– No es eso lo que nos dijo Cleandro -apuntó Arsites.

Lisias se volvió con su rostro desfigurado por la rabia.

– ¡Por supuesto, diría cualquier cosa sometido a la tortura! Mi señor rey. ¿Es esto obra de Arsites? -preguntó Lisias mirando a Memnón con una expresión de súplica y habiendo hincado una rodilla en el suelo-. ¡Tú sabes cuánto nos odian! ¡Te odian! Cuando vayamos al combate, se saldrán con la suya y te pondrán todas las trabas. La única manera de detener a Alejandro es matándolo. Lo iba a hacer por ti. Por mí. ¡Por todos nosotros! -concluyó mirando al resto.

– Si es así -dijo Arsites con un tono casi amable-, ¿por qué Alejandro aceptó?
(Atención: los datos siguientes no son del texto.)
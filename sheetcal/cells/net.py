"""Net values with a coefficient for each element, and what chlorine changes.

Per cents are pure numbers; a coefficient "per mass-%" has the unit of its result.
Standard library only: this file also runs inside LibreOffice's Python.
"""

from sheetcal.cells.constants import M_H, WATER_VAPORISATION
from sheetcal.cells.registry import J_PER_G, ONE, PERCENT, PERCENT_OR_BLANK, TEXT, TEXT_OR_BLANK, cell

_PER_CENT = (0.0, 100.0)
_MOIST = (0.0, 95.0)


@cell(
    "NET_P_DRY_FROM_GROSS",
    equation="q_p,net,d = q_V,gr,d - k_H H - k_O O - k_N N",
    source="energy balance of combustion with water as vapour, form of ISO 1928 and ISO 18125",
    valid={"hydrogen": _PER_CENT, "oxygen": _PER_CENT, "nitrogen": _PER_CENT},
)
def net_p_dry_from_gross(
    gross_dry: J_PER_G,
    hydrogen: PERCENT,
    oxygen: PERCENT,
    nitrogen: PERCENT,
    hydrogen_coefficient: J_PER_G,
    oxygen_coefficient: J_PER_G,
    nitrogen_coefficient: J_PER_G,
) -> J_PER_G:
    """Net value at constant pressure of the dry fuel; one coefficient per mass-% for each element."""
    gas = oxygen_coefficient * oxygen + nitrogen_coefficient * nitrogen
    return gross_dry - hydrogen_coefficient * hydrogen - gas


@cell(
    "NET_P_DRY_WITH_CHLORINE",
    equation="q = q_p,net,d + k_H x h Cl - k_Cl Cl, Cl in mass per cent",
    source="products HCl(g) in place of HCl(aq): hydrogen bound by chlorine gives no water",
    standing="derived",
    valid={"chlorine": _PER_CENT, "hydrogen_per_chlorine": (0.0, 0.1)},
)
def net_p_dry_with_chlorine(
    net_p_dry: J_PER_G,
    chlorine: PERCENT,
    hydrogen_coefficient: J_PER_G,
    hydrogen_per_chlorine: ONE,
    chlorine_coefficient: J_PER_G,
) -> J_PER_G:
    """Net value at constant pressure, dry, chlorine leaving as HCl gas; coefficients per mass-%."""
    return net_p_dry + (hydrogen_coefficient * hydrogen_per_chlorine - chlorine_coefficient) * chlorine


@cell(
    "VAPORISATION_OF_DRY_FUEL",
    equation="L H/(2 M_H) / 100",
    source="CODATA: water gas less liquid at 298.15 K, ideal gas",
    standing="derived",
    valid={"hydrogen": _PER_CENT},
)
def vaporisation_of_dry_fuel(hydrogen: PERCENT) -> J_PER_G:
    """Heat to vaporise the water of combustion, per gram of dry fuel, at constant pressure."""
    return WATER_VAPORISATION * hydrogen / (2 * M_H) / 100


@cell(
    "ASH_DRY",
    equation="d = ad 100/(100 - M_ad) = ar 100/(100 - M_T); below a limit: share x limit",
    source="definition of the bases, ISO 1170",
    standing="derived",
    valid={
        "value": _PER_CENT,
        "share": (0.0, 1.0),
        "analysis_moisture": _MOIST,
        "total_moisture": _MOIST,
    },
    choices={"mark": ("<",), "basis": ("dry", "as analysed", "as received")},
    needs=(
        'basis == "dry" or (is_number(analysis_moisture) if basis == "as analysed"'
        " else is_number(total_moisture))",
    ),
)
def ash_dry(
    value: PERCENT,
    mark: TEXT_OR_BLANK,
    share: ONE,
    basis: TEXT,
    analysis_moisture: PERCENT_OR_BLANK,
    total_moisture: PERCENT_OR_BLANK,
) -> PERCENT:
    """Ash on the dry basis; a value marked "<" counts with a share of its limit."""
    counted = value * share if mark == "<" else value
    moisture = analysis_moisture if basis == "as analysed" else total_moisture
    return counted if basis == "dry" else counted * 100 / (100 - moisture)
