# ruff: noqa: RUF009 - the calls in dataclass defaults make dataclass fields
"""The laboratory as its lab file states it: people, instruments, dated calibrations, lots, limits."""

from collections.abc import Mapping
from dataclasses import dataclass, field
from datetime import date, datetime, timedelta
from types import MappingProxyType
from zoneinfo import ZoneInfo

from sheetcal import profiles
from sheetcal.errors import BadInput
from sheetcal.inputs import schema
from sheetcal.inputs.text import TextFile, nearest
from sheetcal.model import Finding
from sheetcal.profiles import Profile, Range

RISES = ("record", "three readings", "instrument", "adiabatic", "value only")
WATERS = ("constant water", "constant total", "instrument")
WASHES = ("total acid", "barium", "ions", "fixed", "none")
BASES = ("as analysed", "dry")
IN_AIR, IN_VACUUM = "in air", "in vacuum"
# J/g of benzoic acid by mass convention: what certificates state, in each, within a few J/g.
BENZOIC_BANDS = {IN_VACUUM: (26420.0, 26445.0), IN_AIR: (26445.0, 26470.0)}
BELOW_LIMIT = {"limit": 1.0, "half": 0.5, "zero": 0.0}


@dataclass(frozen=True, slots=True)
class Block:
    """A block of the lab file; `line` is where it begins."""

    line: int = field(default=0, kw_only=True)


@dataclass(frozen=True, slots=True)
class Laboratory(Block):
    """[laboratory]; altitude m, pressure kPa as read in the room."""

    name: str = schema.text()
    time_zone: str = schema.text()
    altitude: float | None = schema.quantity("m", None)
    station_pressure: float | None = schema.quantity("kPa", None, low=0)
    mass_convention: str = schema.choice(IN_AIR, IN_VACUUM)
    version: str = schema.text("")
    author: str = schema.text("")
    approved_by: str = schema.text("")


@dataclass(frozen=True, slots=True)
class Person(Block):
    """[[person]]: who may do what, until when (no end: None)."""

    id: str = schema.text()
    name: str = schema.text("")
    may: tuple[str, ...] = schema.texts()
    valid_until: date | None = schema.day(None)


@dataclass(frozen=True, slots=True)
class Calorimeter(Block):
    """[[calorimeter]]; times in min (step s), temperatures degC, masses g, cooling constant 1/min.

    `firing_wire` or `thread` is the lot usually taken, `ignition` the energy of a firing in J, `wash` the
    usual route of the acids: what a new workbook prints in, and a run may change.
    """

    id: str = schema.text()
    rise: str = schema.choice(*RISES)
    jacket: str = schema.text("")
    jacket_temperature: float | None = schema.quantity("degC", None)
    step: float | None = schema.quantity("s", None, low=0)
    resolution: float | None = schema.quantity("K", None, low=0)
    main_period: float | None = schema.quantity("min", None, low=0)
    fore_period: float | None = schema.quantity("min", None, low=0)
    after_period: float | None = schema.quantity("min", None, low=0)
    cooling_constant: float | None = schema.quantity("1/min", None, low=0)
    cooling_constant_tolerance: float | None = schema.quantity("%", None, low=0)
    convergence_temperature: float | None = schema.quantity("degC", None)
    water: str = schema.choice(*WATERS)
    water_reference: float | None = schema.quantity("g", None, low=0)
    water_tolerance: float | None = schema.quantity("g", None, low=0)
    thermometer: str = schema.text("")
    firing_wire: str = schema.text("")
    thread: str = schema.text("")
    ignition: float | None = schema.quantity("J", None)
    wash: str = schema.choice(*WASHES, default="")
    log_clock: str = schema.text("")
    log_clock_offset: float = schema.quantity("s", 0.0)


@dataclass(frozen=True, slots=True)
class Vessel(Block):
    """[[vessel]]; volume mL, rated energy kJ, rated fill MPa gauge."""

    id: str = schema.text()
    calorimeter: str = schema.text()
    volume: float | None = schema.quantity("mL", None, low=0)
    rated_energy: float = schema.quantity("kJ", low=0)
    rated_fill: float | None = schema.quantity("MPa", None, low=0)
    firings_at_start: int | None = schema.integer(None)
    firings_counted: datetime | None = schema.start(None)
    firings_allowed: int | None = schema.integer(None)
    test_due: date | None = schema.day(None)

    @property
    def firings_left(self) -> int | None:
        """Firings left when the lab file's count was taken, or None where nobody counts."""
        if self.firings_allowed is None or self.firings_at_start is None:
            return None
        return self.firings_allowed - self.firings_at_start


@dataclass(frozen=True, slots=True)
class Calibration(Block):
    """[[calibration]]: the effective heat capacity of a vessel in its calorimeter, J/K, dated, never edited.

    `sensitivity` is the relative change of the value for a relative change of the certificate.
    """

    vessel: str = schema.text()
    issue: str = schema.text()
    value: float = schema.quantity("J/K", low=0)
    n: int = schema.integer()
    rsd: float | None = schema.quantity("%", None)
    certificate: str = schema.text()
    sensitivity: float = schema.quantity("1", 1.0)
    rise: Range | None = schema.pair("K", None)
    energy: Range | None = schema.pair("kJ", None)
    slope: float | None = schema.quantity("J/K**2", None)
    technique: str = schema.text("")
    valid_from: datetime = schema.start()
    valid_until: datetime = schema.end()
    workbook_sha256: str = schema.text("")
    adopted_by: str = schema.text("")


@dataclass(frozen=True, slots=True)
class Certified(Block):
    """[[certified]]: a certified lot; value and expanded uncertainty U in J/g, density g/cm3."""

    lot: str = schema.text()
    substance: str = schema.text()
    value: float = schema.quantity("J/g", low=0)
    U: float | None = schema.quantity("J/g", None, low=0)
    k: float = schema.quantity("1", 2.0, low=0)
    mass: str = schema.choice(IN_AIR, IN_VACUUM)
    mass_note: str = schema.text("")
    density: float | None = schema.quantity("g/cm3", None, low=0)
    conditions: str = schema.text("")
    certificate: str = schema.text("")
    valid_from: datetime | None = schema.start(None)
    valid_until: datetime | None = schema.end(None)


@dataclass(frozen=True, slots=True)
class Lot(Block):
    """[[lot]]: what burns along; `heat` and its uncertainty `u` are (value, "J/g", "J/cm" or "J")."""

    id: str = schema.text()
    what: str = schema.choice("firing wire", "thread", "aid oil", "capsule", "bag", "tape", "aid")
    heat: tuple[float, str] = schema.heat()
    u: tuple[float, str] | None = schema.heat(None)
    length: float | None = schema.quantity("cm", None, low=0)
    standing: str = schema.choice("derived", "published", "memory", "laboratory", default="laboratory")
    source: str = schema.text("")
    issue: str = schema.text("")
    certificate: str = schema.text("")
    sensitivity: float | None = schema.quantity("1", None)
    valid_from: datetime | None = schema.start(None)
    valid_until: datetime | None = schema.end(None)


@dataclass(frozen=True, slots=True)
class Titrant(Block):
    """[[titrant]]: strength in mol of acid per L, good for `valid` days from the day it was standardised."""

    lot: str = schema.text()
    strength: float = schema.quantity("mol/L", low=0)
    standardised: date = schema.day()
    valid: float = schema.quantity("d", low=0)
    against: str = schema.text("")
    issue: str = schema.text("")

    @property
    def valid_until(self) -> date:
        """The last day on which it may be used."""
        return self.standardised + timedelta(days=int(self.valid))


@dataclass(frozen=True, slots=True)
class Balance(Block):
    """[[balance]]; masses in g."""

    id: str = schema.text()
    resolution: float = schema.quantity("g", low=0)
    check_mass: float | None = schema.quantity("g", None, low=0)
    check_limit: float | None = schema.quantity("g", None, low=0)
    calibrated_until: date | None = schema.day(None)


@dataclass(frozen=True, slots=True)
class Thermometer(Block):
    """[[thermometer]]; resolution K."""

    id: str = schema.text()
    resolution: float | None = schema.quantity("K", None, low=0)
    certificate: str = schema.text("")
    calibrated_until: date | None = schema.day(None)
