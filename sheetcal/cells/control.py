"""Control runs, and small steps of the fuel sheet that belong to nobody else.

Standard library only: this file also runs inside LibreOffice's Python.
"""

from sheetcal.cells.primitives import is_number
from sheetcal.cells.registry import (
    J_PER_G,
    J_PER_G_OR_BLANK,
    ONE,
    PERCENT,
    PERCENT_OR_BLANK,
    TEXT,
    TEXT_OR_BLANK,
    cell,
)


@cell(
    "CONTROL_DEVIATION",
    equation="d = 100 (found/target - 1)",
    source="definition; found and target on one basis and in one mass convention",
    standing="derived",
    choices={"role": ("control",)},
    valid={"target": (100.0, 100000.0)},
    needs=("is_number(dry) if basis == 'dry' else is_number(analysed)",),
)
def control_deviation(
    role: TEXT, basis: TEXT_OR_BLANK, analysed: J_PER_G_OR_BLANK, dry: J_PER_G_OR_BLANK, target: J_PER_G
) -> PERCENT:
    """Control run found against its target, on the basis of the book value; blank for any other run."""
    found = dry if basis == "dry" else analysed
    return 100 * (found / target - 1)


@cell(
    "SULFUR_FOR_WASH",
    equation="sulfur as analysed; 0 for a certified pure substance",
    source="benzoic acid holds no sulfur",
    standing="derived",
    valid={"sulfur": (0.0, 100.0)},
    needs=("is_number(sulfur) or (role == 'control' and basis != 'dry')",),
)
def sulfur_for_wash(sulfur: PERCENT_OR_BLANK, role: TEXT, basis: TEXT_OR_BLANK) -> PERCENT:
    """Sulfur of the charge; a control whose book value is dry is a fuel and waits for its sulfur."""
    return sulfur if is_number(sulfur) else 0


@cell(
    "IN_OTHER_UNIT",
    equation="value / unit",
    source="definition of the unit, on the Constants tab",
    standing="derived",
    valid={"divisor": (1e-9, 1e9)},
)
def in_other_unit(value: J_PER_G, divisor: J_PER_G) -> ONE:
    """A value in the unit chosen at issue; divisor: that unit in J/g."""
    return value / divisor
Pido disculpas, mi señor -añadió con una sonrisa presuntuosa-, pero nuestros exploradores capturaron a Cleandro a su regreso a través del Helesponto.
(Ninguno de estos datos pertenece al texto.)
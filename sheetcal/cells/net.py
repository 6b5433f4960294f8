"""Net values with a coefficient for each element, and what chlorine changes.

Per cents are pure numbers; a coefficient "per mass-%" has the unit of its result.
Standard library only: this file also runs inside LibreOffice's Python.
"""

from sheetcal.cells.basis import WATER_PER_HYDROGEN
from sheetcal.cells.constants import M_H, WATER_VAPORISATION
from sheetcal.cells.primitives import is_number
from sheetcal.cells.registry import (
    J_PER_G,
    ONE,
    ONE_OR_BLANK,
    PERCENT,
    PERCENT_OR_BLANK,
    TEXT,
    TEXT_OR_BLANK,
    cell,
)

_PER_CENT = (0.0, 100.0)
_MOIST = (0.0, 95.0)


@cell(
    "NET_P_DRY_FROM_GROSS",
    equation="q_p,net,d = q_V,gr,d - k_H H - k_O O - k_N N",
    source="energy balance of combustion with water as vapour, form of ISO 1928 and ISO 18125",
    valid={"hydrogen": _PER_CENT, "oxygen": _PER_CENT, "nitrogen": _PER_CENT},
)
def net_p_dry_from_gross(
    gross_dry: J_PER_G,
    hydrogen: PERCENT,
    oxygen: PERCENT,
    nitrogen: PERCENT,
    hydrogen_coefficient: J_PER_G,
    oxygen_coefficient: J_PER_G,
    nitrogen_coefficient: J_PER_G,
) -> J_PER_G:
    """Net value at constant pressure of the dry fuel; one coefficient per mass-% for each element."""
    gas = oxygen_coefficient * oxygen + nitrogen_coefficient * nitrogen
    return gross_dry - hydrogen_coefficient * hydrogen - gas


@cell(
    "NET_P_DRY_WITH_CHLORINE",
    equation="q = q_p,net,d + k_H x h Cl - k_Cl Cl, Cl in mass per cent",
    source="products HCl(g) in place of HCl(aq): hydrogen bound by chlorine gives no water",
    standing="derived",
    valid={"chlorine": _PER_CENT, "hydrogen_per_chlorine": (0.0, 0.1)},
    needs=("is_number(chlorine) or hydrogen_per_chlorine == 0 and chlorine_coefficient == 0",),
)
def net_p_dry_with_chlorine(
    net_p_dry: J_PER_G,
    chlorine: PERCENT_OR_BLANK,
    hydrogen_coefficient: J_PER_G,
    hydrogen_per_chlorine: ONE,
    chlorine_coefficient: J_PER_G,
) -> J_PER_G:
    """Net value at constant pressure, dry, chlorine leaving as HCl gas where the profile counts it, per mass-%."""
    halogen = chlorine if is_number(chlorine) else 0
    return net_p_dry + (hydrogen_coefficient * hydrogen_per_chlorine - chlorine_coefficient) * halogen


@cell(
    "VAPORISATION_OF_DRY_FUEL",
    equation="L H/(2 M_H) / 100",
    source="CODATA: water gas less liquid at 298.15 K, ideal gas",
    standing="derived",
    valid={"hydrogen": _PER_CENT},
)
def vaporisation_of_dry_fuel(hydrogen: PERCENT) -> J_PER_G:
    """Heat to vaporise the water of combustion, per gram of dry fuel, at constant pressure."""
    return WATER_VAPORISATION * hydrogen / (2 * M_H) / 100


_BASES = "definition of the bases, ISO 1170"


@cell(
    "DRY_FACTOR",
    equation="f = 100/(100 - M)",
    source=_BASES,
    standing="derived",
    valid={"moisture": _MOIST},
)
def dry_factor(moisture: PERCENT) -> ONE:
    """Factor from a moist basis to dry."""
    return 100 / (100 - moisture)


@cell(
    "ASH_FREE_FACTOR",
    equation="f = (100 - A_d)/100",
    source=_BASES,
    standing="derived",
    valid={"ash_dry": _PER_CENT},
)
def ash_free_factor(ash_dry: PERCENT) -> ONE:
    """Factor from dry ash-free to dry."""
    return (100 - ash_dry) / 100


@cell(
    "ASH_DRY",
    equation="d = ad f_ad = ar f_ar; below a limit: share x limit",
    source=_BASES,
    standing="derived",
    needs=(
        'basis == "dry" or is_number(analysed) and basis == "as analysed"'
        ' or is_number(received) and basis == "as received"',
    ),
)
def ash_dry(
    value: PERCENT, mark: TEXT_OR_BLANK, share: ONE, basis: TEXT, analysed: ONE_OR_BLANK, received: ONE_OR_BLANK
) -> PERCENT:
    """Ash on the dry basis by the factor of its own; a value marked "<" counts with a share of its limit."""
    factor = analysed if basis == "as analysed" else received
    return value * (share if mark == "<" else 1) * (1 if basis == "dry" else factor)


@cell(
    "ELEMENT_DRY",
    equation="d = ad f_ad = ar f_ar = daf f_daf; below a limit: share x limit",
    source=_BASES,
    standing="derived",
    needs=(
        'basis == "dry" or is_number(analysed) and basis == "as analysed"'
        ' or is_number(received) and basis == "as received" or is_number(ash_free) and basis == "dry ash-free"',
    ),
)
def element_dry(
    value: PERCENT,
    mark: TEXT_OR_BLANK,
    share: ONE,
    basis: TEXT,
    analysed: ONE_OR_BLANK,
    received: ONE_OR_BLANK,
    ash_free: ONE_OR_BLANK,
) -> PERCENT:
    """An element on the dry basis by the factor of its own; a value marked "<" counts with a share of its limit."""
    moist = analysed if basis == "as analysed" else received
    factor = 1 if basis == "dry" else ash_free if basis == "dry ash-free" else moist
    return value * (share if mark == "<" else 1) * factor


@cell(
    "HYDROGEN_WITHOUT_MOISTURE",
    equation="H_d - 100 (f - 1)/8.937 where the value counts the moisture's hydrogen",
    source="hydrogen of the moisture, 1 g in 8.937 g of water",
    standing="derived",
    choices={"includes": ("total", "without moisture")},
    needs=(
        "includes == 'without moisture' or is_number(analysed) if basis == 'as analysed'"
        " else includes == 'without moisture' or is_number(received) or basis != 'as received'",
    ),
)
def hydrogen_without_moisture(
    hydrogen: PERCENT, basis: TEXT, includes: TEXT, analysed: ONE_OR_BLANK, received: ONE_OR_BLANK
) -> PERCENT:
    """Hydrogen of the dry fuel; only a value as analysed or as received can hold the moisture's."""
    factor = analysed if basis == "as analysed" else received
    moist = includes == "total" and (basis == "as analysed" or basis == "as received")
    return hydrogen - (100 * (factor - 1) / WATER_PER_HYDROGEN if moist else 0)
– ¿Sabías que se había marchado? -preguntó Darío.

Memnón sacudió la cabeza.

– ¿Por qué Lisias no te habló de este plan?
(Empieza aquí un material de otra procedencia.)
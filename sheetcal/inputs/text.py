"""The text of an input file, its hash, and the collecting of faults with their lines."""

import hashlib
import os
from collections.abc import Iterable
from dataclasses import dataclass
from difflib import get_close_matches
from pathlib import Path

from sheetcal.errors import BadInput, BadInputs, SheetcalError

LARGEST = 20_000_000  # bytes; a day of one-second readings is 2 MB
MOST_FAULTS = 20  # reported of one input


@dataclass(frozen=True, slots=True)
class TextFile:
    """A file as read once: what is parsed and what is hashed are the same bytes."""

    path: Path
    sha256: str
    text: str

    def where(self, line: int | None = None) -> str:
        """`lab.toml, line 12`, with the path as given."""
        return str(self.path) if line is None else f"{self.path}, line {line}"


def read_text(path: str | os.PathLike[str]) -> TextFile:
    """The file's text (UTF-8, with or without a byte-order mark). Raises BadInput where it is none."""
    where = Path(path)
    data = _bytes(where)
    if not data.strip():
        raise BadInput(str(where), "is empty", "a text file", "Give the right file.")
    if b"\0" in data:
        raise BadInput(str(where), "holds NUL bytes", "UTF-8 text", "Save it as UTF-8 text.")
    try:
        text = data.decode("utf-8-sig")
    except UnicodeDecodeError as fault:
        line = data.count(b"\n", 0, fault.start) + 1
        raise BadInput(f"{where}, line {line}", "is not UTF-8", "UTF-8 text", "Save it as UTF-8.") from fault
    return TextFile(where, hashlib.sha256(data).hexdigest(), text)


def _bytes(path: Path) -> bytes:
    """The file's bytes. Raises BadInput, saying why it cannot be read."""
    if path.is_dir():
        raise BadInput(str(path), "is a directory", "a file", "Give the file.")
    try:
        with path.open("rb") as stream:
            data = stream.read(LARGEST + 1)
    except FileNotFoundError as fault:
        raise BadInput(str(path), "does not exist", "a file", "Correct the path.") from fault
    except OSError as fault:
        reason = (fault.strerror or "failed").lower()
        raise BadInput(str(path), f"cannot be read ({reason})", "a readable file", "See to it.") from fault
    if len(data) > LARGEST:
        raise BadInput(str(path), "is too large", f"at most {LARGEST // 1_000_000} MB", "Give the right file.")
    return data


class Faults:
    """Collects the faults of one input, so that a reader can name several at once."""

    def __init__(self, source: TextFile) -> None:
        self.source = source
        self.found: list[SheetcalError] = []

    def add(self, line: int | None, what: str, expected: str = "", do: str = "") -> None:
        """Note a fault on a line (counted from 1)."""
        self.found.append(BadInput(self.source.where(line), what, expected, do))

    def add_error(self, line: int | None, name: str, error: SheetcalError) -> None:
        """Note an error raised while the value called `name` was read."""
        what = f"{name}: {error.where} {error.what}".strip()
        self.add(line, what, error.expected, error.do)

    def close(self) -> None:
        """Raise BadInputs with the first faults, or do nothing where there are none."""
        if self.found:
            raise BadInputs(self.found[:MOST_FAULTS])


def nearest(name: str, known: Iterable[str]) -> str:
    """`'value'`, the known name nearest to `name`, or all of them where none is near."""
    names = sorted(set(known))
    near = get_close_matches(name, names, 1, 0.5) or _holding(name, names)
    return f"'{near[0]}'" if near else "one of " + ", ".join(names)


def _holding(name: str, names: list[str]) -> list[str]:
    """Known names that the name begins with: `value_J_K` was meant as `value`."""
    return sorted((one for one in names if len(one) > 2 and name.startswith(one)), key=len, reverse=True)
– Lo hubiese hecho -farfulló Lisias-, pero necesitaba estar seguro. Creí que Cleandro se había demorado.

Memnón miró a su comandante de caballería. Por un lado, Memnón le creía, pero por el otro… ¿Enviar a un emisario al campamento enemigo sin siquiera pedir su permiso?

– ¿Sabías que Alejandro se encontraba de visita en Troya? -preguntó Darío con una voz que era poco más que un susurro.

El general volvió a sacudir la cabeza.

– Yo tampoco -continuó el Rey de Reyes-. No hasta que Cleandro cayó en las garras de Arsites -precisó tocando suavemente la muñeca de Memnón-. Incluso si fuese cierto -añadió-, ¿quién es Lisias para decidir la estrategia? No quiero ver asesinado a Alejandro y que se convierta en un héroe, en un mártir, para toda Grecia. Eso sería sencillamente demorar lo inevitable durante unos meses, o quizás años. Dejemos que Alejandro cruce. Dejemos que se encuentre con el destino que le tengo preparado.